Copy every record below exactly as it appears.

Dataset entries:

>>

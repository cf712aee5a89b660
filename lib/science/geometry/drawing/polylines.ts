/** A line through points: x and y in turn, mm in the view. */
export type Polyline = readonly number[];

const NODE_MM = 0.02;

/**
 * Joins pieces (x, y, x, y) end to end into polylines: where exactly two ends meet, they become one line. Ends within
 * 0.02 mm are one. Pieces without length are left out; a closed line ends in its first point.
 */
export function joinPieces(pieces: readonly Polyline[]): number[][] {
  const nodes = new Map<string, number[]>();
  const key = (x: number, y: number): string => `${Math.round(x / NODE_MM)},${Math.round(y / NODE_MM)}`;
  const startKey = (piece: Polyline): string => key(piece[0] ?? 0, piece[1] ?? 0);
  const endKey = (piece: Polyline): string => key(piece.at(-2) ?? 0, piece.at(-1) ?? 0);
  const seen = new Set<string>();
  const kept = pieces.filter((piece) => {
    const [from, to] = [startKey(piece), endKey(piece)];
    // A longer one that ends where it begins is a closed line.
    if (piece.length > 4) return true;
    const both = from < to ? `${from} ${to}` : `${to} ${from}`;
    // The same short line drawn twice would never join.
    if (from === to || seen.has(both)) return false;
    seen.add(both);
    return true;
  });
  kept.forEach((piece, index) => {
    for (const node of [startKey(piece), endKey(piece)]) nodes.set(node, [...(nodes.get(node) ?? []), index]);
  });
  const used = new Uint8Array(kept.length);
  const follow = (line: number[]): void => {
    for (;;) {
      const node = endKey(line);
      const meeting = nodes.get(node) ?? [];
      const next = meeting.length === 2 ? meeting.find((index) => used[index] === 0) : undefined;
      if (next === undefined) return;
      used[next] = 1;
      const piece = kept[next] ?? [];
      const forwards = startKey(piece) === node ? piece : reversed(piece);
      for (let i = 2; i < forwards.length; i++) line.push(forwards[i] ?? 0);
    }
  };
  const lines: number[][] = [];
  kept.forEach((piece, index) => {
    if (used[index] === 1) return;
    used[index] = 1;
    const line = [...piece];
    follow(line);
    const back = reversed(line);
    follow(back);
    lines.push(back);
  });
  return lines;
}

/** The same line from its other end. */
export function reversed(line: Polyline): number[] {
  const out: number[] = [];
  for (let i = line.length - 2; i >= 0; i -= 2) out.push(line[i] ?? 0, line[i + 1] ?? 0);
  return out;
}

/** Length of a line, mm. */
export function lineLength(line: Polyline): number {
  let sum = 0;
  for (let i = 2; i < line.length; i += 2) {
    sum += Math.hypot((line[i] ?? 0) - (line[i - 2] ?? 0), (line[i + 1] ?? 0) - (line[i - 1] ?? 0));
  }
  return sum;
}

/** The line with fewer points, nowhere further than `toleranceMm` from what it was (Douglas & Peucker 1973). */
export function simplified(line: Polyline, toleranceMm: number): number[] {
  const count = line.length / 2;
  const keep = new Uint8Array(count);
  keep[0] = 1;
  keep[count - 1] = 1;
  const open: [number, number][] = [[0, count - 1]];
  for (let span = open.pop(); span; span = open.pop()) {
    const [from, to] = span;
    let [furthest, at] = [toleranceMm, -1];
    for (let i = from + 1; i < to; i++) {
      const off = distanceToChord(line, i, from, to);
      if (off > furthest) [furthest, at] = [off, i];
    }
    if (at < 0) continue;
    keep[at] = 1;
    open.push([from, at], [at, to]);
  }
  const out: number[] = [];
  for (let i = 0; i < count; i++) if (keep[i] === 1) out.push(line[2 * i] ?? 0, line[2 * i + 1] ?? 0);
  return out;
}

function distanceToChord(line: Polyline, i: number, from: number, to: number): number {
  const [ax, ay] = [line[2 * from] ?? 0, line[2 * from + 1] ?? 0];
  const [bx, by] = [(line[2 * to] ?? 0) - ax, (line[2 * to + 1] ?? 0) - ay];
  const [px, py] = [(line[2 * i] ?? 0) - ax, (line[2 * i + 1] ?? 0) - ay];
  const length = bx * bx + by * by;
  const t = length > 0 ? Math.min(1, Math.max(0, (px * bx + py * by) / length)) : 0;
  return Math.hypot(px - t * bx, py - t * by);
}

<<

» Expected answer:
repository cf712aee5a89b660
filename lib/science/geometry/drawing/polylines.ts
/** A line through points: x and y in turn, mm in the view. */
export type Polyline = readonly number[];

const NODE_MM = 0.02;

/**
 * Joins pieces (x, y, x, y) end to end into polylines: where exactly two ends meet, they become one line. Ends within
 * 0.02 mm are one. Pieces without length are left out; a closed line ends in its first point.
 */
export function joinPieces(pieces: readonly Polyline[]): number[][] {
  const nodes = new Map<string, number[]>();
  const key = (x: number, y: number): string => `${Math.round(x / NODE_MM)},${Math.round(y / NODE_MM)}`;
  const startKey = (piece: Polyline): string => key(piece[0] ?? 0, piece[1] ?? 0);
  const endKey = (piece: Polyline): string => key(piece.at(-2) ?? 0, piece.at(-1) ?? 0);
  const seen = new Set<string>();
  const kept = pieces.filter((piece) => {
    const [from, to] = [startKey(piece), endKey(piece)];
    // A longer one that ends where it begins is a closed line.
    if (piece.length > 4) return true;
    const both = from < to ? `${from} ${to}` : `${to} ${from}`;
    // The same short line drawn twice would never join.
    if (from === to || seen.has(both)) return false;
    seen.add(both);
    return true;
  });
  kept.forEach((piece, index) => {
    for (const node of [startKey(piece), endKey(piece)]) nodes.set(node, [...(nodes.get(node) ?? []), index]);
  });
  const used = new Uint8Array(kept.length);
  const follow = (line: number[]): void => {
    for (;;) {
      const node = endKey(line);
      const meeting = nodes.get(node) ?? [];
      const next = meeting.length === 2 ? meeting.find((index) => used[index] === 0) : undefined;
      if (next === undefined) return;
      used[next] = 1;
      const piece = kept[next] ?? [];
      const forwards = startKey(piece) === node ? piece : reversed(piece);
      for (let i = 2; i < forwards.length; i++) line.push(forwards[i] ?? 0);
    }
  };
  const lines: number[][] = [];
  kept.forEach((piece, index) => {
    if (used[index] === 1) return;
    used[index] = 1;
    const line = [...piece];
    follow(line);
    const back = reversed(line);
    follow(back);
    lines.push(back);
  });
  return lines;
}

/** The same line from its other end. */
export function reversed(line: Polyline): number[] {
  const out: number[] = [];
  for (let i = line.length - 2; i >= 0; i -= 2) out.push(line[i] ?? 0, line[i + 1] ?? 0);
  return out;
}

/** Length of a line, mm. */
export function lineLength(line: Polyline): number {
  let sum = 0;
  for (let i = 2; i < line.length; i += 2) {
    sum += Math.hypot((line[i] ?? 0) - (line[i - 2] ?? 0), (line[i + 1] ?? 0) - (line[i - 1] ?? 0));
  }
  return sum;
}

/** The line with fewer points, nowhere further than `toleranceMm` from what it was (Douglas & Peucker 1973). */
export function simplified(line: Polyline, toleranceMm: number): number[] {
  const count = line.length / 2;
  const keep = new Uint8Array(count);
  keep[0] = 1;
  keep[count - 1] = 1;
  const open: [number, number][] = [[0, count - 1]];
  for (let span = open.pop(); span; span = open.pop()) {
    const [from, to] = span;
    let [furthest, at] = [toleranceMm, -1];
    for (let i = from + 1; i < to; i++) {
      const off = distanceToChord(line, i, from, to);
      if (off > furthest) [furthest, at] = [off, i];
    }
    if (at < 0) continue;
    keep[at] = 1;
    open.push([from, at], [at, to]);
  }
  const out: number[] = [];
  for (let i = 0; i < count; i++) if (keep[i] === 1) out.push(line[2 * i] ?? 0, line[2 * i + 1] ?? 0);
  return out;
}

function distanceToChord(line: Polyline, i: number, from: number, to: number): number {
  const [ax, ay] = [line[2 * from] ?? 0, line[2 * from + 1] ?? 0];
  const [bx, by] = [(line[2 * to] ?? 0) - ax, (line[2 * to + 1] ?? 0) - ay];
  const [px, py] = [(line[2 * i] ?? 0) - ax, (line[2 * i + 1] ?? 0) - ay];
  const length = bx * bx + by * by;
  const t = length > 0 ? Math.min(1, Math.max(0, (px * bx + py * by) / length)) : 0;
  return Math.hypot(px - t * bx, py - t * by);
}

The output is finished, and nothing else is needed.